How to Solve: Absolute Value + Inequality Problems

How to Solve: Absolute Value + Inequality Problems

Hi All,

I have posted a video on YouTube to discuss two method of solving Absolute Value + Inequality Problems



Before reading this post read Absolute Value Basics and Absolute Value Problems

Attached pdf of this Article as SPOILER at the top!

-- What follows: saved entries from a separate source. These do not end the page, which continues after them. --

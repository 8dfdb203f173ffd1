using Lampwarden.Analysis.Lamps;
using Lampwarden.Analysis.Tungsten;
using Lampwarden.Analysis.Units;

namespace Lampwarden.Analysis.Prediction;

/// <summary>One bank with one unit worked out: the steady point, if there is one, and the switch-on at the worst phase.</summary>
internal sealed class BenchState
{
    private const double LongestSeconds = 20;
    private const double DroppingSeconds = 3;
    private const double MotorStartSeconds = 6;
    private const double TurningSpeed = 0.5;

    private readonly Bank bank;

    public BenchState(Mains mains, Bank bank, Unit unit, PredictionSettings settings, BenchInputs inputs, BenchInputs joined)
    {
        this.bank = bank;
        var response = unit.NewResponse(mains);
        if (response is MotorResponse motor)
        {
            motor.IsLocked = !Turns(mains, bank, unit, settings.SourceOhms);
        }

        var solver = new SteadySolver(bank, response, settings.SourceOhms);
        Exists = solver.TrySolve(mains.Volts, out var point);
        Point = point;
        var willGlow = new bool[bank.Lamps.Count];
        if (Exists)
        {
            var bankOhms = point.Amps > 1e-9 ? solver.Bank.BankVolts / point.Amps : bank.ColdOhms;
            Evaluator = new SteadyEvaluator(mains, bank, unit, response, point, bankOhms, settings.SourceOhms, inputs);
            JoinedEvaluator = new SteadyEvaluator(mains, bank, unit, response, point, bankOhms, settings.SourceOhms, joined);
            Steady = Evaluator.At(inputs.Nominal);
            for (var lamp = 0; lamp < willGlow.Length; lamp++)
            {
                willGlow[lamp] = Steady[SteadyEvaluator.FirstLamp + SteadyEvaluator.PerLamp * lamp + 3] > TungstenProperties.FirstGlowKelvin;
            }
        }

        Note = MakeNote(mains, unit, settings, solver, response, ref point);
        Exists &= response is not MotorResponse { IsLocked: true };
        Point = point;
        var (phase, _) = SwitchOn.WorstPhase(mains, bank, unit, settings.SourceOhms);
        Transients = new TransientEvaluator(mains, joined, settings, phase, Exists ? LongestSeconds : DroppingSeconds, willGlow, unit);
        Transient = Transients.Run(joined.Nominal, point.Amps);
        TransientNumbers = Transients.Numbers(Transient, point.Amps);
    }

    /// <summary>False where the bank cannot run the unit.</summary>
    public bool Exists { get; }

    public UnitPoint Point { get; }

    public string? Note { get; }

    /// <summary>Numbers as <see cref="SteadyEvaluator"/> orders them; empty where there is no steady state.</summary>
    public double[] Steady { get; } = [];

    public SteadyEvaluator? Evaluator { get; }

    public SteadyEvaluator? JoinedEvaluator { get; }

    public TransientEvaluator Transients { get; }

    public SwitchOn Transient { get; }

    public double[] TransientNumbers { get; }

    /// <summary>Every lamp as the prediction shows it.</summary>
    public IReadOnlyList<LampState> Lamps() => [.. bank.Lamps.Select((lamp, index) =>
    {
        if (Steady.Length == 0)
        {
            return new LampState(lamp.Name, double.NaN, double.NaN, double.NaN, double.NaN, double.NaN, Transient.FirstGlowSeconds[index]);
        }

        var numbers = Steady.AsSpan(SteadyEvaluator.FirstLamp + SteadyEvaluator.PerLamp * index, SteadyEvaluator.PerLamp);
        return new LampState(lamp.Name, numbers[0], numbers[1], numbers[2], numbers[3], numbers[4], Transient.FirstGlowSeconds[index]);
    })];

    /// <summary>Whether a motor gets up to speed from standstill with a cold bank.</summary>
    public static bool Turns(Mains mains, Bank bank, Unit unit, double sourceOhms)
    {
        var simulation = new CircuitSimulation(mains, bank, unit, sourceOhms: sourceOhms);
        while (simulation.Seconds < MotorStartSeconds && simulation.UnitState[2] < TurningSpeed)
        {
            simulation.Step();
        }

        return simulation.UnitState[2] >= TurningSpeed;
    }

    private string? MakeNote(
        Mains mains, Unit unit, PredictionSettings settings, SteadySolver solver, UnitResponse response, ref UnitPoint point)
    {
        if (response is MotorResponse { IsLocked: true })
        {
            var note = PredictionNotes.Locked(point.Amps);
            point = UnitPoint.None;
            return note;
        }

        if (solver.ConstantPower is not { } constantPower)
        {
            return null;
        }

        var shorted = new BankSolver(bank).Feed(mains.Volts, settings.SourceOhms);
        var switchMode = (SwitchModeUnit)unit;
        return Exists
            ? PredictionNotes.Running(constantPower, mains.Volts, shorted, switchMode.ConverterWatts)
            : PredictionNotes.Dropping(constantPower, mains.Volts, shorted, switchMode, Hiccup.Of(mains, bank, switchMode, settings.SourceOhms));
    }
}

Happy learning!

Absolute Values Theory and Solved Problems Playlist Link here

Following is Covered in the Video

Theory

How to open |x|
Basic Property of Absolute value + Inequality
Problems with one Absolute Value (+ Inequality)
* Substitution
* Algebra
Problems with two Absolute Values (+ Inequality)
* Substitution
* Algebra

How to open |x|

|x| = x for x >0
= -x for x <0
= 0 for x = 0

Basic Property of Absolute value + Inequality

• If |x| ≤ a => -a ≤ x ≤ a
• If |x| ≥ a => x ≤ -a or x ≥ a

Problems with one Absolute Value (+Inequality) : Substitution

• In this method we are going to take smart numbers, numbers which will help us eliminate one or more option choices together, to solve the problem.

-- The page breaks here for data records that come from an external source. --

using Lampwarden.Host.Alerting;
using Lampwarden.Host.Alerting.Life;
using static Lampwarden.Host.Alerting.AlertState;
using static Lampwarden.Host.Alerting.Life.AlertEvent;

namespace Lampwarden.Host.Tests.Alerting;

/// <summary>
/// Transitions as the public summaries of IEC 62682 / ISA-18.2 give them: condition true, acknowledge, return, re-occurrence,
/// latching with reset after both, shelving with an end.
/// </summary>
public sealed class AlertLifeTests
{
    [Theory]
    [InlineData(Normal, Raise, Unacknowledged)]
    [InlineData(Unacknowledged, Acknowledge, Acknowledged)]
    [InlineData(Acknowledged, Return, Normal)]
    [InlineData(Unacknowledged, Return, ReturnedUnacknowledged)]
    [InlineData(ReturnedUnacknowledged, Acknowledge, Normal)]
    [InlineData(ReturnedUnacknowledged, Raise, Unacknowledged)]
    [InlineData(Unacknowledged, Shelve, Shelved)]
    [InlineData(Acknowledged, Shelve, Shelved)]
    [InlineData(ReturnedUnacknowledged, Shelve, Shelved)]
    [InlineData(Normal, Shelve, Normal)]
    [InlineData(Normal, Acknowledge, Normal)]
    [InlineData(Acknowledged, Reset, Acknowledged)]
    [InlineData(Unacknowledged, Reset, Unacknowledged)]
    public void Next_OfAPlainAlert_FollowsTheStandard(AlertState before, AlertEvent happened, AlertState after) =>
        Assert.Equal(after, AlertLife.Next(before, happened, standing: happened is not Return, latching: false));

    [Theory]
    [InlineData(Unacknowledged, Return, LatchedUnacknowledged)]
    [InlineData(Acknowledged, Return, LatchedAcknowledged)]
    [InlineData(LatchedUnacknowledged, Acknowledge, LatchedAcknowledged)]
    [InlineData(LatchedUnacknowledged, Reset, LatchedUnacknowledged)]
    [InlineData(LatchedAcknowledged, Reset, Normal)]
    [InlineData(LatchedAcknowledged, Raise, Unacknowledged)]
    [InlineData(LatchedUnacknowledged, Raise, Unacknowledged)]
    [InlineData(Acknowledged, Reset, Acknowledged)]
    public void Next_OfALatchingAlert_NeedsClearingAcknowledgingAndReset(AlertState before, AlertEvent happened, AlertState after) =>
        Assert.Equal(after, AlertLife.Next(before, happened, standing: false, latching: true));

    [Theory]
    [InlineData(true, false, Unacknowledged)]
    [InlineData(true, true, Unacknowledged)]
    [InlineData(false, false, Normal)]
    [InlineData(false, true, LatchedUnacknowledged)]
    public void Next_LeavingTheShelf_DependsOnTheConditionAlone(bool standing, bool latching, AlertState after) =>
        Assert.Equal(after, AlertLife.Next(Shelved, Unshelve, standing, latching));

    [Fact]
    public void Next_OnTheShelf_OnlyUnshelvingMoves()
    {
        foreach (var happened in Enum.GetValues<AlertEvent>().Where(happened => happened != Unshelve))
        {
            Assert.Equal(Shelved, AlertLife.Next(Shelved, happened, true, true));
        }
    }

    [Fact]
    public void Next_AnyState_NeverLeavesANonLatchingAlertLatched()
    {
        var reached = new HashSet<AlertState> { Normal };
        for (var round = 0; round < 10; round++)
        {
            reached.UnionWith(reached.ToList().SelectMany(state => Enum.GetValues<AlertEvent>()
                .SelectMany(happened => new[] { true, false }.Select(standing => AlertLife.Next(state, happened, standing, latching: false)))));
        }

        Assert.DoesNotContain(LatchedAcknowledged, reached);
        Assert.DoesNotContain(LatchedUnacknowledged, reached);
        Assert.Equal(5, reached.Count);
    }
}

Q1. Find all possible range of values of x which satisfy |x-3| < 3x - 5?

A. x ≥ 3 and x ≤ 3
B. x ≥ 3 and x < 2
C. x > 3 and x < 2
D. x ≥ 3
E. x > 2

Sol1:
We see that Option B and Option C have x < 2 and A has x ≤ 3 So, if we are able to prove that for x=0 the equation is not satisfied then we can eliminate all three options together.
|x-3| < 3x - 5 => |0-3| < 3*0 - 5 => 3 < -5
Which is not true, so A, B, C are eliminated
For D and E let's pick an option choice between 2 and 3 let's say 2.5 and if it satisfies
|x-3| < 3x - 5 => |2.5-3| < 3*2.5 - 5 => 0.5 < 2.5
which is true, so E is the answer

Q2. Find all possible range of values of x which satisfy |3x-1| ≥ 2x + 4?

A. x ≥ 1/3 and x ≤ 1/3
B. x ≥ 1/3 and x < -3/5
C. x > 5 and x ≤ 1/3
D. x ≥ 5 and x ≤ -3/5
E. x > 5 and x < -3/5

Sol2:
In this case we can see that A and B have x ≥ 1/3 and C,D,E have x > 5, so let's try a value of x between 1/3 and 5 (Say x=1) and see if it satisfies
|3x-1| ≥ 2x + 4 => |3*1-1| ≥ 2*1 + 4 => 2 ≥ 6 which is false
So, A and B are eliminated
For C, D and E we see that D has x ≥ 5 and C and E have x>5. So, let's try x=5 and see
|3x-1| ≥ 2x + 4 => |3*5-1| ≥ 2*5 + 4 => 14 ≥ 14 which is true
So, D is the answer

Problems with one Absolute Value (+Inequality) : Algebra

• In this method we are going to consider two cases, in one case we will assume that the value inside the absolute value is ≥ 0 and in the second case we will assume that the value inside the absolute value is < 0 and solve the two cases.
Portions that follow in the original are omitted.